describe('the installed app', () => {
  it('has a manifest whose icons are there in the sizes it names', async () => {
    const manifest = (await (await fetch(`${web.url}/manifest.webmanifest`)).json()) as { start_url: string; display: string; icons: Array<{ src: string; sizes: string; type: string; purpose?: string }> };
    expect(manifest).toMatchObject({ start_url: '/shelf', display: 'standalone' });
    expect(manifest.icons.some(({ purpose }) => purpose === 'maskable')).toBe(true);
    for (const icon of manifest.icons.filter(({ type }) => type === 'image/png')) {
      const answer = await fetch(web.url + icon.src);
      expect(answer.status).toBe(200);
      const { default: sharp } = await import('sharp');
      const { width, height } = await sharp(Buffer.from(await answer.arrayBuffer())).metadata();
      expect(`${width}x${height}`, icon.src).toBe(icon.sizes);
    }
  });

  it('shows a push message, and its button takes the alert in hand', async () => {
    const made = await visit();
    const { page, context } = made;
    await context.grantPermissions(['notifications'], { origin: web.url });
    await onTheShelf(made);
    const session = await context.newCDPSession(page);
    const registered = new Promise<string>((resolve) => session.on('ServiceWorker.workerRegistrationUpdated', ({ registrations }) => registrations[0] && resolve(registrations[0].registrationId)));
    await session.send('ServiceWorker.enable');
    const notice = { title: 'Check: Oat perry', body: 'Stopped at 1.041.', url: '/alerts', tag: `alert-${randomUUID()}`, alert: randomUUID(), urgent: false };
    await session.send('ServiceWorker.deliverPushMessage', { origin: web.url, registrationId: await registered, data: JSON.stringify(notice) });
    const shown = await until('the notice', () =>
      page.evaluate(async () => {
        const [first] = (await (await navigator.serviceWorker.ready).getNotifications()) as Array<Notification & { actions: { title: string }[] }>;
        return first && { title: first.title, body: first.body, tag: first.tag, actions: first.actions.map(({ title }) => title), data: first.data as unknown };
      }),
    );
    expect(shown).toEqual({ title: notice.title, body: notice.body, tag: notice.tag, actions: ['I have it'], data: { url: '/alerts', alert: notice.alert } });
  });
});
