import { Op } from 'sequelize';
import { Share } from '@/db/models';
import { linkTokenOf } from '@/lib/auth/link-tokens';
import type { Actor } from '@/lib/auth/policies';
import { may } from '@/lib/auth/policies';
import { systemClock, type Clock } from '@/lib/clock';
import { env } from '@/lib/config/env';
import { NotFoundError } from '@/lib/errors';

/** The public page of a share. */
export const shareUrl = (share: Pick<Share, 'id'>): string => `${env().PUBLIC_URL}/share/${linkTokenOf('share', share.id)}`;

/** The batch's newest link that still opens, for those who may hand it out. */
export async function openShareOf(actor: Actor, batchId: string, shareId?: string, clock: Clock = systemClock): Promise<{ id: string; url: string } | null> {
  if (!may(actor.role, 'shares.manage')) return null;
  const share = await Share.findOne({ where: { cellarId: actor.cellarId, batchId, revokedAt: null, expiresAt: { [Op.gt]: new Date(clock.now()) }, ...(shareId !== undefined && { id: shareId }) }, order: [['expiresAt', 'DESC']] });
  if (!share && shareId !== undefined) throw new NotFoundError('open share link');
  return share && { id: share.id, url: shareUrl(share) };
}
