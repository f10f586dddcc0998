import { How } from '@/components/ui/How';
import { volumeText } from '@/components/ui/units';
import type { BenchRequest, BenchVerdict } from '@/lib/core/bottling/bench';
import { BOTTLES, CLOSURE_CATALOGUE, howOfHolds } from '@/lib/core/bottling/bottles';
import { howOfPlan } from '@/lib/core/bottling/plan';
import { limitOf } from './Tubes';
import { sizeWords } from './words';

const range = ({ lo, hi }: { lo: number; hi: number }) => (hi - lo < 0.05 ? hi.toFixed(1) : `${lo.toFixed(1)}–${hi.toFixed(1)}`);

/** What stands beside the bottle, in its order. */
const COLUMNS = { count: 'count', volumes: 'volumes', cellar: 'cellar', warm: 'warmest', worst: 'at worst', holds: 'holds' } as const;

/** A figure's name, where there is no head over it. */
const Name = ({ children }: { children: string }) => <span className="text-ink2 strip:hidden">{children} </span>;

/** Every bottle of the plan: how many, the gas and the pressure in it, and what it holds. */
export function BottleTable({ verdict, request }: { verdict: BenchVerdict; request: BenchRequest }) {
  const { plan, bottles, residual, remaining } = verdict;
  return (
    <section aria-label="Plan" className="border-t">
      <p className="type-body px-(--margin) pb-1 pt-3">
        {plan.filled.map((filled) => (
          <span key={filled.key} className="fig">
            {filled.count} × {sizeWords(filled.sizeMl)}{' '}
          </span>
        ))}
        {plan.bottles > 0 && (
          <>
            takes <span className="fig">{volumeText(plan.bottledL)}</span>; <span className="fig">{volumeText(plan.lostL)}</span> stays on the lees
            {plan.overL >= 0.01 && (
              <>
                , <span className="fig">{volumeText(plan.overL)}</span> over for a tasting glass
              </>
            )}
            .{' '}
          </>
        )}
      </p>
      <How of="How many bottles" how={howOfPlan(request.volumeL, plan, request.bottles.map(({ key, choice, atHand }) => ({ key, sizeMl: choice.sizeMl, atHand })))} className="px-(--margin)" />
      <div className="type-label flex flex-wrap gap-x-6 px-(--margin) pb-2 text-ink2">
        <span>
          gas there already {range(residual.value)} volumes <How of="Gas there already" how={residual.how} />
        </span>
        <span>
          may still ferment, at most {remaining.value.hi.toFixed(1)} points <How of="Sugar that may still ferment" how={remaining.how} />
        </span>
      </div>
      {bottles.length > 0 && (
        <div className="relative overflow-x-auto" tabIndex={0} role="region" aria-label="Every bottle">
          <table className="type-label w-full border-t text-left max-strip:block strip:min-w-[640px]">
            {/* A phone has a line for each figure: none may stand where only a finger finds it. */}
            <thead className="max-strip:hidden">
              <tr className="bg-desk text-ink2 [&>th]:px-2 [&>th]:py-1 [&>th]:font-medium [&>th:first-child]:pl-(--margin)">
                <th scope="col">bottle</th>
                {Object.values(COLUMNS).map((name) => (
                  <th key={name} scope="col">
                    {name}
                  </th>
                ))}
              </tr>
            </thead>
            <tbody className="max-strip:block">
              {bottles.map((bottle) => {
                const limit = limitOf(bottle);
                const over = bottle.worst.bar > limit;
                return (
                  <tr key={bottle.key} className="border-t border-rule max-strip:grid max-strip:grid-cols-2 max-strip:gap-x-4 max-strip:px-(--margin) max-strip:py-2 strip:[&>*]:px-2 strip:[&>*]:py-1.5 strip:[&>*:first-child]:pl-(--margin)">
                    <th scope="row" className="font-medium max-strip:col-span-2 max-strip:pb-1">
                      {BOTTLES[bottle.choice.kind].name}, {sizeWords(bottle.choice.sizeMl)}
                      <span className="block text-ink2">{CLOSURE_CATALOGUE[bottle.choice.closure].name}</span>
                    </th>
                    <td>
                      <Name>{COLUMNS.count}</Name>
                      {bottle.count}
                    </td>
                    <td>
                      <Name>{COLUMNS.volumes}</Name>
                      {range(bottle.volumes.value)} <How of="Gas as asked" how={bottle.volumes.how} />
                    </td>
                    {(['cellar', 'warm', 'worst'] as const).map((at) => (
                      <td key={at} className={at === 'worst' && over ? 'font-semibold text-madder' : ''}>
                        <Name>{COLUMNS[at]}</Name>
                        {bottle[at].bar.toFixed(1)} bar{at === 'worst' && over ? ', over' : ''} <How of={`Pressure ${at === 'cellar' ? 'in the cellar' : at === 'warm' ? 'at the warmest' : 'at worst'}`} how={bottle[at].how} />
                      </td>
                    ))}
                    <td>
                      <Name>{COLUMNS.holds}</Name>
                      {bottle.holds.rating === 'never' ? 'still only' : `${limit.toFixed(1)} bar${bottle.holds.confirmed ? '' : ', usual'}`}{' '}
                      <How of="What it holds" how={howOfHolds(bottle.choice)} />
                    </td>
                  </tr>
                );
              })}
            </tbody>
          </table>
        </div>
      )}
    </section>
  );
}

######

PROBLEM REQUIREMENTS
Return every line from the entries above that contains the word "howOfPlan".

RESULT OF THE EXERCISE
import { howOfPlan } from '@/lib/core/bottling/plan';
      <How of="How many bottles" how={howOfPlan(request.volumeL, plan, request.bottles.map(({ key, choice, atHand }) => ({ key, sizeMl: choice.sizeMl, atHand })))} className="px-(--margin)" />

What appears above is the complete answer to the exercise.